2. Council Directive 2006/112/EC of 28 November 2006 on the common system of value added tax precludes, in circumstances such as those of the dispute in the main proceedings, national rules under which the right to deduct input value added tax, due or paid on goods and services used in the context of taxed transactions, is refused to the taxable person, who must nevertheless pay the tax that he ought to have recovered, for the sole reason that he was not identified for value-added-tax purposes when he carried out those transactions, so long as he has not been duly identified for value added tax purposes and the tax return for the tax due has not been filed.
Comments
- ECJ has held that a tax authority can act retrospectively without breaching EU principles such as legal certainty and protection of legitimate expectation.

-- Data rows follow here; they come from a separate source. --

"""Free-field impulse responses of a rig, for simulations with known truth.

The responses are the inverse real FFT of the free-field coupling stack on
an FFT grid, so each is a band-limited (sinc) interpolated fractional delay
of r / c with gain 1 / (4 pi r) and the elements' directivity, exact up to
the Nyquist frequency.  The record must be long enough to hold the longest
delay plus the sinc tails; :func:`free_field_irset` checks that.  Zero lag is
sample 0 unless a pre-roll is asked for (``zero_lag_samples``): then every
response starts that many samples before zero lag, and the sinc tails that
lead each arrival stay in front of it instead of wrapping to the record's end.
"""

from __future__ import annotations

import numpy as np

from .errors import InputError
from .irset import IRSet
from .kernels.freefield import FreeFieldKernel
from .rig import Rig

__all__ = ["free_field_impulse_responses", "free_field_irset"]


def free_field_impulse_responses(rig: Rig, sample_rate_hz: float, n_samples: int,
                                 chunk_size: int = 256, zero_lag_samples: int = 0) -> np.ndarray:
    """Impulse responses of the free-field kernel.

    Parameters
    ----------
    rig : Rig
    sample_rate_hz : float
    n_samples : int
        Length of each response; must exceed the pre-roll plus the longest
        delay in samples by at least 64 samples so the interpolation tails
        do not wrap.
    chunk_size : int
        FFT bins evaluated at once.
    zero_lag_samples : int
        Index of zero lag (samples kept before it), default 0.

    Returns
    -------
    ndarray, shape (n_samples, n_mic, n_spk)
        Pressure per unit source strength (1/m) against time; the arrival
        over distance r sits at sample ``zero_lag_samples + r fs / c``.

    Notes
    -----
    The Nyquist bin is set to zero, so each response is band-limited below
    fs / 2; DC takes the limit of the kernel at f -> 0 (1 / (4 pi r) times
    the directivity at low frequency).
    """
    n_samples = int(n_samples)
    n0 = int(zero_lag_samples)
    if n0 < 0:
        raise InputError(f"zero lag must be sample 0 or later, got {n0}", field="zero_lag_samples")
    kernel = FreeFieldKernel(rig)
    r_max = float(np.max(kernel.distances_m))
    delay = r_max / rig.medium.speed_of_sound * sample_rate_hz
    if n_samples < n0 + delay + 64:
        raise InputError(f"{n_samples} samples cannot hold a pre-roll of {n0} samples and the rig's longest "
                         f"delay of {delay:.0f} samples", field="n_samples",
                         fix=f"use at least {int(np.ceil(n0 + delay + 64))} samples")
    hz = np.fft.rfftfreq(n_samples, 1.0 / sample_rate_hz)
    spectrum = np.empty((hz.size, len(rig.mics), len(rig.speakers)), dtype=complex)
    # DC: evaluate just above 0 Hz (the limit is real); Nyquist of an even record is zeroed.
    eval_hz = hz.copy()
    eval_hz[0] = 1e-6
    for start in range(0, hz.size, chunk_size):
        spectrum[start:start + chunk_size] = kernel.evaluate(eval_hz[start:start + chunk_size])
    spectrum[0] = spectrum[0].real
    if n_samples % 2 == 0:
        spectrum[-1] = 0.0
    if n0:
        spectrum *= np.exp(-2j * np.pi * hz * n0 / sample_rate_hz)[:, None, None]
    return np.fft.irfft(spectrum, n=n_samples, axis=0)


def free_field_irset(rig: Rig, sample_rate_hz: float, n_samples: int, zero_lag_samples: int = 0) -> IRSet:
    """:func:`free_field_impulse_responses` wrapped as an :class:`~arrayplan.irset.IRSet`.

    `zero_lag_samples` (default 0) keeps that many samples before zero lag
    and is recorded in the set.
    """
    data = free_field_impulse_responses(rig, sample_rate_hz, n_samples, zero_lag_samples=zero_lag_samples)
    return IRSet(data=data, sample_rate_hz=float(sample_rate_hz), speaker_names=list(rig.speakers.names),
                 mic_names=list(rig.mics.names), speaker_positions=np.asarray(rig.speakers.positions),
                 mic_positions=np.asarray(rig.mics.positions), units="full_scale",
                 extra={"simulated": "free field", "rig_sha256": rig.sha256}, zero_lag_samples=zero_lag_samples)
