"""Spreading independent chunks of work over processes or a Dask cluster.

>>> from arrayplan.parallel import map_chunks
>>> squares = map_chunks(pow, [1, 2, 3], shared=2, workers=1)   # pow(2, 1), pow(2, 2), pow(2, 3)
>>> squares
[2, 4, 8]

One function, ``func(shared, item)``, is applied to every item.  ``shared``
(a rig's kernel, a design, a study's settings) travels once to each worker
and ``item`` (a slice of frequencies, a trial's seed) once per call; each
call should build its large arrays itself from those, so that only small
descriptions go out and only results come back.

Where the work runs:

* ``workers=1``: here, in this process, in order.
* ``workers=N`` (N >= 2): a pool of N worker processes, forked from this
  one when it runs no other thread (Linux), else started afresh.
* ``scheduler="local:N"``: a Dask LocalCluster of N worker processes
  started for this call.
* ``scheduler="tcp://host:8786"`` (any dask.distributed address): the
  workers of that running cluster.  With neither argument, the
  environment variable ``ARRAYPLAN_SCHEDULER`` (:data:`SCHEDULER_ENV`) may
  name one.

Every call runs with one BLAS/LAPACK thread (threadpoolctl), here as well as
on the workers, so the numbers do not depend on where they were computed:
LAPACK's result for one matrix depends on its thread count, never on which
process ran it.

Notes
-----
``func``, ``shared``, the items and the results must pickle (plain
functions at module level, numpy arrays, dataclasses).  At most
``2 * workers`` calls are in flight at a time, so results that come back
faster than the caller consumes them do not pile up in memory.
"""

from __future__ import annotations

import multiprocessing
import os
import socket
import threading
from concurrent.futures import FIRST_COMPLETED, ProcessPoolExecutor, wait
from contextlib import contextmanager
from typing import Any, Callable, Iterable, Iterator, Sequence

from .errors import InputError

__all__ = ["map_chunks", "iter_chunks", "available_cores", "resolve_scheduler", "check_scheduler", "one_blas_thread",
           "alongside", "SCHEDULER_ENV"]

#: Environment variable naming a Dask scheduler address (or ``local:N``) for every parallel call.
SCHEDULER_ENV = "ARRAYPLAN_SCHEDULER"

_CONNECT_TIMEOUT_S = 3.0
_worker_shared: Any = None


def available_cores() -> int:
    """Cores this process may run on (its CPU affinity).

    Returns
    -------
    int
        At least 1.
    """
    try:
        return max(1, len(os.sched_getaffinity(0)))
    except AttributeError:  # not on Linux
        return max(1, os.cpu_count() or 1)


def resolve_scheduler(scheduler: str | None) -> str | None:
    """The scheduler to use: `scheduler`, else ``$ARRAYPLAN_SCHEDULER``, else None (local processes).

    Parameters
    ----------
    scheduler : str or None
        ``"local:N"``, a dask.distributed address, or None.

    Returns
    -------
    str or None
        None means worker processes of this machine.
    """
    if scheduler is None:
        scheduler = os.environ.get(SCHEDULER_ENV, "").strip() or None
    return scheduler


def one_blas_thread():
    """Context manager (also effective when only called): BLAS/LAPACK limited to one thread here.

    Small matrix products and SVDs gain nothing from BLAS threads, and on a
    busy machine threaded BLAS runs them several times slower.

    Returns
    -------
    threadpoolctl.threadpool_limits
        The limit, already in force; as a context manager it restores the
        previous limits at the end of the block.
    """
    from threadpoolctl import threadpool_limits
    return threadpool_limits(limits=1)


def _init_worker(shared: Any) -> None:
    global _worker_shared
    _worker_shared = shared
    one_blas_thread()          # stays in force for the life of the worker process


def _call_in_worker(func: Callable[[Any, Any], Any], item: Any) -> Any:
    return func(_worker_shared, item)


def _call_limited(func: Callable[[Any, Any], Any], shared: Any, item: Any) -> Any:
    with one_blas_thread():
        return func(shared, item)


def iter_chunks(func: Callable[[Any, Any], Any], items: Sequence[Any], *, shared: Any = None,
                workers: int = 1, scheduler: str | None = None) -> Iterator[tuple[int, Any]]:
    """Apply ``func(shared, item)`` to every item; yield ``(index, result)`` as each finishes.

    Parameters
    ----------
    func : callable
        A module-level function of (shared, item).
    items : sequence
        The pieces of work; ``index`` in the output is the position here.
    shared : object, optional
        Sent once to each worker and passed to every call.
    workers : int
        Worker processes (>= 1); 1 runs everything here, in order.  Ignored
        with a scheduler (the cluster has its own workers).
    scheduler : str, optional
        ``"local:N"`` or a dask.distributed scheduler address (module
        Notes); default ``$ARRAYPLAN_SCHEDULER`` or none.

    Yields
    ------
    (int, object)
        Index of the item and func's result, in order of completion.

    Raises
    ------
    InputError
        `workers` below 1, a malformed ``local:N``, an unreachable
        scheduler, or Dask not installed.
    """
    workers = int(workers)
    if workers < 1:
        raise InputError(f"worker count must be at least 1, got {workers}", field="workers")
    scheduler = resolve_scheduler(scheduler)
    if scheduler is not None:
        yield from _iter_dask(func, items, shared, scheduler)
    elif workers == 1 or len(items) <= 1:
        with one_blas_thread():
            for i, item in enumerate(items):
                yield i, func(shared, item)
    else:
        yield from _iter_pool(func, items, shared, min(workers, len(items)))


def map_chunks(func: Callable[[Any, Any], Any], items: Iterable[Any], *, shared: Any = None, workers: int = 1,
               scheduler: str | None = None, progress: Callable[[int, int], None] | None = None) -> list[Any]:
    """``[func(shared, item) for item in items]``, spread over workers (see :func:`iter_chunks`).

    Parameters
    ----------
    func, items, shared, workers, scheduler
        As for :func:`iter_chunks`.
    progress : callable, optional
        ``progress(done, total)`` after each finished item.

    Returns
    -------
    list
        The results in the order of `items`.
    """
    items = list(items)
    out: list[Any] = [None] * len(items)
    for done, (i, result) in enumerate(iter_chunks(func, items, shared=shared, workers=workers,
                                                   scheduler=scheduler), start=1):
        out[i] = result
        if progress is not None:
            progress(done, len(items))
    return out


def _start_method() -> str:
    """``fork`` when this process runs no other Python thread (Linux), else ``forkserver`` or ``spawn``.

    A forked worker starts in milliseconds with every module of its parent
    already imported; a spawned one imports numpy, scipy and arrayplan
    afresh (seconds on a busy machine).  Forking is safe only while no
    other thread could hold a lock at that moment, hence the check.
    """
    methods = multiprocessing.get_all_start_methods()
    if "fork" in methods and threading.active_count() == 1:
        return "fork"
    return "forkserver" if "forkserver" in methods else "spawn"


def _iter_pool(func, items, shared, workers: int) -> Iterator[tuple[int, Any]]:
    ctx = multiprocessing.get_context(_start_method())
    with ProcessPoolExecutor(max_workers=workers, mp_context=ctx, initializer=_init_worker,
                             initargs=(shared,)) as pool:
        pending: dict[Any, int] = {}
        todo = iter(enumerate(items))
        try:
            for i, item in todo:
                pending[pool.submit(_call_in_worker, func, item)] = i
                if len(pending) >= 2 * workers:
                    break
            while pending:
                finished, _ = wait(pending, return_when=FIRST_COMPLETED)
                for fut in finished:
                    i = pending.pop(fut)
                    yield i, fut.result()
                    nxt = next(todo, None)
                    if nxt is not None:
                        pending[pool.submit(_call_in_worker, func, nxt[1])] = nxt[0]
        finally:
            for fut in pending:
                fut.cancel()


def _run_and_report(send, func: Callable[..., Any], args: tuple) -> None:
    """In the forked child of :func:`alongside`: run, then send None or the exception."""
    try:
        func(*args)
        send.send(None)
    except BaseException as exc:  # every failure goes back to the parent, which raises it
        try:
            send.send(exc)
        except Exception:          # an exception that does not pickle: its text
            send.send(RuntimeError(f"{type(exc).__name__}: {exc}"))
    finally:
        send.close()


@contextmanager
def alongside(func: Callable[..., Any], *args: Any) -> Iterator[None]:
    """Run ``func(*args)`` in a forked process while the block runs here; wait for it when the block ends.

    For two independent pieces of one job that would otherwise run one
    after the other on one core (two files written from the same arrays):
    the child sees this process's memory as it was at the fork, without
    copying or pickling it.

    Parameters
    ----------
    func : callable
        Runs in the child; its return value is dropped.  It must not need
        anything the block changes.
    *args
        Passed to `func`.

    Yields
    ------
    None
        While the block runs, `func` runs in the child.

    Raises
    ------
    BaseException
        What `func` raised (re-raised here after the block), or what the
        block raised (the child is then stopped).

    Notes
    -----
    Without ``fork`` (other threads running, or not Linux) `func` simply
    runs here before the block.
    """
    if _start_method() != "fork":
        func(*args)
        yield
        return
    import sys

    for stream in (sys.stdout, sys.stderr):   # else the child would flush the same buffered text again
        stream.flush()
    ctx = multiprocessing.get_context("fork")
    receive, send = ctx.Pipe(duplex=False)
    child = ctx.Process(target=_run_and_report, args=(send, func, args), daemon=True)
    child.start()
    send.close()
    try:
        yield
    except BaseException:
        child.terminate()
        child.join()
        raise
    try:
        failure = receive.recv()
    except EOFError:                          # the child died without a word (killed)
        failure = RuntimeError(f"the process writing beside this one ended with status {child.exitcode}")
    finally:
        receive.close()
        child.join()
    if failure is not None:
        raise failure


def _unreachable(scheduler: str, reason: str) -> InputError:
    return InputError(f"cannot reach the Dask scheduler at {scheduler!r} ({reason})", field="scheduler",
                      fix="start the scheduler or check the address (tcp://HOST:PORT)")


def _probe(scheduler: str) -> None:
    """Fail fast when nothing listens at a tcp:// address (before Dask's own, slower, retries)."""
    host_port = scheduler.split("://", 1)[1] if "://" in scheduler else scheduler
    if not scheduler.startswith("tcp://") and "://" in scheduler:
        return                          # another protocol (tls, ucx, inproc): left to Dask
    host, _, port = host_port.rpartition(":")
    if not port.isdigit() or not host:
        raise InputError(f"expected tcp://HOST:PORT or local:N, got {scheduler!r}", field="scheduler")
    try:
        with socket.create_connection((host.strip("[]"), int(port)), timeout=_CONNECT_TIMEOUT_S):
            pass
    except OSError as exc:
        raise _unreachable(scheduler, exc.strerror or type(exc).__name__) from None


def check_scheduler(scheduler: str) -> None:
    """Check a scheduler argument before any work: ``local:N`` well formed, a tcp:// address listening.

    Parameters
    ----------
    scheduler : str
        ``"local:N"`` or a dask.distributed address (``tcp://HOST:PORT``).

    Raises
    ------
    InputError
        (field ``scheduler``) within a few seconds when it is not.
    """
    if scheduler.startswith("local:"):
        count = scheduler.partition(":")[2]
        if not count.isdigit() or int(count) < 1:
            raise InputError(f"expected local:N with N >= 1 worker processes, got {scheduler!r}",
                             field="scheduler")
    else:
        _probe(scheduler)


def _dask_client(scheduler: str):
    """A connected dask.distributed Client (and the LocalCluster it owns, or None)."""
    check_scheduler(scheduler)
    local = scheduler.startswith("local:")
    try:
        from distributed import Client, LocalCluster
    except ImportError:
        raise InputError("Dask is not installed", field="scheduler",
                         fix="pip install 'arrayplan[dask]', or run without a scheduler") from None
    if local:
        cluster = LocalCluster(n_workers=int(scheduler.partition(":")[2]), threads_per_worker=1, processes=True,
                               dashboard_address=None)
        return Client(cluster), cluster
    try:
        return Client(scheduler, timeout=_CONNECT_TIMEOUT_S), None
    except Exception as exc:  # refused, timed out, or something else answered (not a Dask scheduler)
        raise _unreachable(scheduler, f"no Dask scheduler answered within {_CONNECT_TIMEOUT_S:g} s: "
                                      f"{type(exc).__name__}") from None


def _iter_dask(func, items, shared, scheduler: str) -> Iterator[tuple[int, Any]]:
    from distributed import as_completed

    client, cluster = _dask_client(scheduler)
    try:
        n_workers = max(1, len(client.scheduler_info().get("workers", {})))
        shared_future = client.scatter(shared, broadcast=True)
        todo = iter(enumerate(items))
        index: dict[Any, int] = {}
        batch = as_completed()
        for i, item in todo:
            fut = client.submit(_call_limited, func, shared_future, item, pure=False)
            index[fut] = i
            batch.add(fut)
            if len(index) >= 2 * n_workers:
                break
        for fut in batch:
            yield index.pop(fut), fut.result()
            fut.release()
            nxt = next(todo, None)
            if nxt is not None:
                new = client.submit(_call_limited, func, shared_future, nxt[1], pure=False)
                index[new] = nxt[0]
                batch.add(new)
    finally:
        client.close()
        if cluster is not None:
            cluster.close()
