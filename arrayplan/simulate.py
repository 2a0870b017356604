"""Impulse responses of a model kernel (free field or room), for simulations with known truth.

The responses are the inverse real FFT of the kernel's coupling stack on an
FFT grid, so each arrival is a band-limited (sinc) interpolated fractional
delay of r / c with its gain (1 / (4 pi r), directivity, and for a room the
reflection coefficients of its path), exact up to the Nyquist frequency.
The record must be long enough to hold the longest path's delay plus the
sinc tails (:func:`required_samples`); the functions here check that.  A
room's responses end with its longest image path, which the reflection
order (or the room's max_delay_ms) sets.  Zero lag is sample 0 unless a
pre-roll is asked for (``zero_lag_samples``): then every response starts
that many samples before zero lag, and the sinc tails that lead each
arrival stay in front of it instead of wrapping to the record's end.
"""

from __future__ import annotations

import numpy as np

from .errors import InputError
from .irset import IRSet
from .kernels import FreeFieldKernel, rig_kernel
from .rig import Rig

__all__ = ["free_field_impulse_responses", "free_field_irset", "kernel_impulse_responses", "required_samples",
           "rig_irset"]

#: Samples kept after the longest arrival for its interpolation tail.
_TAIL_SAMPLES = 64


def _longest_path_m(kernel) -> float:
    if hasattr(kernel, "longest_path_m"):
        return float(kernel.longest_path_m)
    return float(np.max(kernel.distances_m))


def required_samples(kernel, sample_rate_hz: float, zero_lag_samples: int = 0) -> int:
    """Fewest samples that hold a pre-roll, the kernel's longest path and its interpolation tail.

    Parameters
    ----------
    kernel : FreeFieldKernel or RoomKernel
    sample_rate_hz : float
    zero_lag_samples : int

    Returns
    -------
    int
    """
    delay = _longest_path_m(kernel) / kernel.medium.speed_of_sound * sample_rate_hz
    return int(np.ceil(int(zero_lag_samples) + delay + _TAIL_SAMPLES))


def kernel_impulse_responses(kernel, sample_rate_hz: float, n_samples: int, chunk_size: int = 256,
                             zero_lag_samples: int = 0) -> np.ndarray:
    """Impulse responses of a model kernel by inverse FFT of its coupling stack.

    Parameters
    ----------
    kernel : FreeFieldKernel or RoomKernel
        A kernel with a ``medium`` and a longest path (``distances_m`` or
        ``longest_path_m``).
    sample_rate_hz : float
    n_samples : int
        Length of each response; at least :func:`required_samples`.
    chunk_size : int
        FFT bins evaluated at once.
    zero_lag_samples : int
        Index of zero lag (samples kept before it), default 0.

    Returns
    -------
    ndarray, shape (n_samples, n_mic, n_spk)
        Pressure per unit source strength (1/m) against time; an arrival
        over a path of length r sits at sample ``zero_lag_samples + r fs / c``.

    Notes
    -----
    The Nyquist bin is set to zero, so each response is band-limited below
    fs / 2; DC takes the limit of the kernel at f -> 0.
    """
    n_samples = int(n_samples)
    n0 = int(zero_lag_samples)
    if n0 < 0:
        raise InputError(f"zero lag must be sample 0 or later, got {n0}", field="zero_lag_samples")
    need = required_samples(kernel, sample_rate_hz, n0)
    if n_samples < need:
        raise InputError(f"{n_samples} samples cannot hold a pre-roll of {n0} samples and the longest path's "
                         f"delay of {need - n0 - _TAIL_SAMPLES} samples", field="n_samples",
                         fix=f"use at least {need} samples")
    hz = np.fft.rfftfreq(n_samples, 1.0 / sample_rate_hz)
    spectrum = np.empty((hz.size, len(kernel.mic_names), len(kernel.speaker_names)), dtype=complex)
    # DC: evaluate just above 0 Hz (the limit is real); the other bins in evenly spaced chunks
    spectrum[0] = kernel.evaluate(np.array([1e-6]))[0].real
    for start in range(1, hz.size, chunk_size):
        spectrum[start:start + chunk_size] = kernel.evaluate(hz[start:start + chunk_size])
    if n_samples % 2 == 0:
        spectrum[-1] = 0.0
    if n0:
        spectrum *= np.exp(-2j * np.pi * hz * n0 / sample_rate_hz)[:, None, None]
    return np.fft.irfft(spectrum, n=n_samples, axis=0)


def free_field_impulse_responses(rig: Rig, sample_rate_hz: float, n_samples: int,
                                 chunk_size: int = 256, zero_lag_samples: int = 0) -> np.ndarray:
    """Impulse responses of the rig's free-field kernel (whatever its room).

    Parameters
    ----------
    rig : Rig
    sample_rate_hz, n_samples, chunk_size, zero_lag_samples
        As for :func:`kernel_impulse_responses`.

    Returns
    -------
    ndarray, shape (n_samples, n_mic, n_spk)
        Pressure per unit source strength (1/m) against time; the arrival
        over distance r sits at sample ``zero_lag_samples + r fs / c``.
    """
    return kernel_impulse_responses(FreeFieldKernel(rig), sample_rate_hz, n_samples, chunk_size,
                                    zero_lag_samples)


def free_field_irset(rig: Rig, sample_rate_hz: float, n_samples: int, zero_lag_samples: int = 0) -> IRSet:
    """:func:`free_field_impulse_responses` wrapped as an :class:`~arrayplan.irset.IRSet`.

    `zero_lag_samples` (default 0) keeps that many samples before zero lag
    and is recorded in the set.
    """
    return _irset(rig, FreeFieldKernel(rig), sample_rate_hz, n_samples, zero_lag_samples)


def rig_irset(rig: Rig, sample_rate_hz: float, n_samples: int | None = None, zero_lag_samples: int = 0) -> IRSet:
    """The impulse responses of the rig's model kernel (its room when it has one) as an IR set.

    Parameters
    ----------
    rig : Rig
    sample_rate_hz : float
    n_samples : int, optional
        Length of the responses; grown to :func:`required_samples` when
        shorter (a room's responses last as long as its longest image path).
    zero_lag_samples : int

    Returns
    -------
    IRSet
        ``extra["simulated"]`` names the kernel.
    """
    kernel = rig_kernel(rig)
    need = required_samples(kernel, sample_rate_hz, zero_lag_samples)
    return _irset(rig, kernel, sample_rate_hz, max(need, int(n_samples or 0)), zero_lag_samples)


def _irset(rig: Rig, kernel, sample_rate_hz: float, n_samples: int, zero_lag_samples: int) -> IRSet:
    data = kernel_impulse_responses(kernel, sample_rate_hz, n_samples, zero_lag_samples=zero_lag_samples)
    name = getattr(kernel, "name", "free field")
    return IRSet(data=data, sample_rate_hz=float(sample_rate_hz), speaker_names=list(rig.speakers.names),
                 mic_names=list(rig.mics.names), speaker_positions=np.asarray(rig.speakers.positions),
                 mic_positions=np.asarray(rig.mics.positions), units="full_scale",
                 extra={"simulated": name, "rig_sha256": rig.sha256}, zero_lag_samples=zero_lag_samples)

- However it must set off unclaimed input VAT immediately against underpaid output VAT, and cannot first demand the output VAT without crediting the input VAT
- At the hearing, the German Government pointed out that the postponement of the right to deduct VAT to the year in which the invoice has been corrected, is a penalty. In order to reduce the non-compliance with the formal conditions to be penalised are however, penalties other than refusal of the right to deduction of the tax for the year in which the invoice is issued drawn up, imaginable, such as a fine or a pecuniary penalty proportionate to the seriousness of the infringement (see in those sentence of the judgment of 9 July 2015 in Case C 183/14 Salomie and Oltean, EU:C:2015:454, point 63). In addition, the postponement implies of that duty, in accordance with the rules applicable in the main proceedings, in any event and irrespective of the circumstances which necessitate the correction of the invoice originally issued the Commission’s proposal, which goes beyond what is necessary to achieve the objectives set out in the previous point of this opinion.